Instantiate it with RegisterSchemaApplyerCache(capacity) during init time.
func RegisterSchemaApplyerCache ¶
func RegisterSchemaApplyerCache(capacity int) SchemaApplyerCache
RegisterSchemaApplyerCache allocates a process cached used by SchemaApplier.
The capacity should roughly match expected number of tables the schema applier will work on.
Must be called during init time.
type SchemaConverter ¶
type SchemaConverter struct { Desc *descriptorpb.FileDescriptorSet SourceCodeInfo map[*descriptorpb.FileDescriptorProto]SourceCodeInfoMap }
type SourceCodeInfoMap ¶
type SourceCodeInfoMap map[any]*descriptorpb.SourceCodeInfo_Location
SourceCodeInfoMap maps descriptor proto messages to source code info, if available. See also descutil.IndexSourceCodeInfo.
type Table ¶
type Table interface { FullyQualifiedName() string Metadata(ctx context.Context, opts ...bigquery.TableMetadataOption) (md *bigquery.TableMetadata, err error) Create(ctx context.Context, md *bigquery.TableMetadata) error Update(ctx context.Context, md bigquery.TableMetadataToUpdate, etag string, opts ...bigquery.TableUpdateOption) (*bigquery.TableMetadata, error) }
Table is implemented by *bigquery.Table. See its documentation for description of the methods below.
type Uploader ¶
type Uploader struct { *bigquery.Inserter // Uploader is bound to a specific table. DatasetID and Table ID are // provided for reference. DatasetID string TableID string // UploadsMetricName is a string used to create a tsmon Counter metric // for event upload attempts via Put, e.g. // "/chrome/infra/commit_queue/events/count". If unset, no metric will // be created. UploadsMetricName string // BatchSize is the max number of rows to send to BigQuery at a time. // The default is 500. BatchSize int // contains filtered or unexported fields }
Uploader contains the necessary data for streaming data to BigQuery.
func NewUploader ¶
NewUploader constructs a new Uploader struct.

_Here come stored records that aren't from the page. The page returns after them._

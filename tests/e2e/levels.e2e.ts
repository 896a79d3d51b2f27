import { afterAll, beforeAll, describe, expect, it } from "vitest";
import type { Browser } from "playwright-core";
import { newPage, openBrowser, shown, signIn } from "./support/browser";

let browser: Browser;
beforeAll(async () => {
  browser = await openBrowser();
});
afterAll(async () => {
  await browser?.close();
});

describe("the level book in the browser", () => {
  /**
   * Readings invented for this test and reduced by hand (HI = RL + BS, RL = HI − sight):
   *   TBM WH1 (RL 50.000) BS 1.210 → HI 51.210
   *   ground  IS 1.860 → RL 49.350
   *   CP      FS 1.502 → RL 49.708, BS 1.377 → HI 51.085
   *   TBM WH2 FS 1.219 → RL 49.866 (known 49.874: −8 mm, outside ±5 mm); FS 1.209 → RL 49.876 (+2 mm, within)
   */
  it("a digger books a run: levels reduce as typed, the closing error is judged, the run is listed", async () => {
    const page = await newPage(browser);
    await signIn(page, "digger");
    const [site] = await (await page.request.get("/api/sites")).json();
    const before = (await (await page.request.get(`/api/sites/${site.id}/level-runs`)).json()).length;
    await page.goto(`/sites/${site.id}/levels`);
    await shown(page.getByRole("heading", { name: "Level book" }));
    await shown(page.getByText(/metres above/));

    await page.getByLabel("Starts from benchmark").selectOption({ label: "TBM WH1 (50.000)" });
    await page.getByLabel("Closes on benchmark").selectOption({ label: "TBM WH2 (49.874)" });
    await page.getByLabel("Line 1 backsight").fill("1.210");
    await page.getByLabel("Line 2 staff on").selectOption("ground");
    await page.getByLabel("Line 2 intermediate sight").fill("1.860");
    const row = (n: number) => page.locator(`tr[data-line="${n}"]`);
    await shown(row(2).locator("[data-rl]").getByText("49.350"));
    expect(await row(1).locator("[data-hi]").textContent()).toBe("51.210");

    await page.getByRole("button", { name: "Add a line after line 2" }).click();
    await page.getByLabel("Line 3 staff on").selectOption("change_point");
    await page.getByLabel("Line 3 foresight").fill("1.502");
    await page.getByLabel("Line 3 backsight").fill("1.377");
    await shown(row(3).locator("[data-rl]").getByText("49.708"));
    expect(await row(3).locator("[data-hi]").textContent()).toBe("51.085");

    await page.getByLabel("Line 4 foresight").fill("1.219");
    await shown(row(4).locator("[data-rl]").getByText("49.866"));
    await shown(page.locator("[data-closure]").getByText(/Closing error −8 mm .* OUTSIDE tolerance/));
    await page.getByLabel("Line 4 foresight").fill("1.209");
    await shown(
      page.locator("[data-closure]").getByText(/Closing error \+2 mm against a tolerance of ±5 mm: within tolerance/),
    );
    expect(await page.locator("[data-rise]").textContent()).toBe("-0.124");

    // A reading that is not a number is named on its line, and nothing is sent.
    await page.getByLabel("Line 2 intermediate sight").fill("1.8x");
    await shown(row(2).getByText(/Line 2: the intermediate sight must be a staff reading/));
    await page.getByRole("button", { name: "Book the run" }).click();
    await shown(page.getByRole("alert").getByText("1 line of the book cannot be reduced yet."));
    expect((await (await page.request.get(`/api/sites/${site.id}/level-runs`)).json()).length).toBe(before);
    await page.getByLabel("Line 2 intermediate sight").fill("1.860");

    await page.getByRole("button", { name: "Book the run" }).click();
    await shown(page.getByText(/Run booked: 4 levels from TBM WH1, closing error 2 mm/));
    const runs = await (await page.request.get(`/api/sites/${site.id}/level-runs`)).json();
    expect(runs.length).toBe(before + 1);
    const mine = runs.find(
      (r: { misclosure: number; book: { station: string }[] }) =>
        r.book.length === 4 && Math.abs(r.misclosure - 0.002) < 1e-9 && r.book[1]!.station === "ground",
    );
    expect(mine).toBeDefined();
    expect(mine.withinTolerance).toBe(true);
    const listed = page.locator(`article[data-run="${mine.id}"]`);
    await shown(listed.getByText(/\+2 mm, within ±5 mm/));
    expect(await listed.locator("tbody tr").nth(2).locator("td").last().textContent()).toBe("49.708");
  });

  it("a finds specialist reads the level book but is not offered the booking form", async () => {
    const page = await newPage(browser);
    await signIn(page, "specialist");
    const [site] = await (await page.request.get("/api/sites")).json();
    await page.goto(`/sites/${site.id}/levels`);
    await shown(page.getByRole("table", { name: "Benchmarks" }).getByText("TBM WH1"));
    expect(await page.getByRole("form", { name: "Book a levelling run" }).count()).toBe(0);
  });
});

DatasetID and TableID are provided to the BigQuery client to gain access to a particular table.
You may want to change the default configuration of the bigquery.Inserter. Check the documentation for more details.
Set UploadsMetricName on the resulting Uploader to use the default counter metric.
Set BatchSize to set a custom batch size.
func (*Uploader) Put ¶
Put uploads one or more rows to the BigQuery service. Put takes care of adding InsertIDs, used by BigQuery to deduplicate rows.
If any rows do now match one of the expected types, Put will not attempt to upload any rows and returns an InvalidTypeError.
Put returns a PutMultiError if one or more rows failed to be uploaded. The PutMultiError contains a RowInsertionError for each failed row.
Put will retry on temporary errors. If the error persists, the call will run indefinitely. Because of this, if ctx does not have a timeout, Put will add one.
See bigquery documentation and source code for detailed information on how struct values are mapped to rows.
type Writer ¶
type Writer struct {
// contains filtered or unexported fields
}
Writer is used to export rows to BigQuery table.
func NewWriter ¶
func NewWriter( client *managedwriter.Client, tableName string, tableSchemaDescriptor *descriptorpb.DescriptorProto, ) *Writer
NewWriter creates a writer for exporting rows to the provided BigQuery table via the provided managedWriter client.
func (*Writer) AppendRowsWithDefaultStream ¶
AppendRowsWithDefaultStream write to the default stream. This does not provide exactly-once semantics (it provides at least once). The at least once semantic is similar to the legacy streaming API.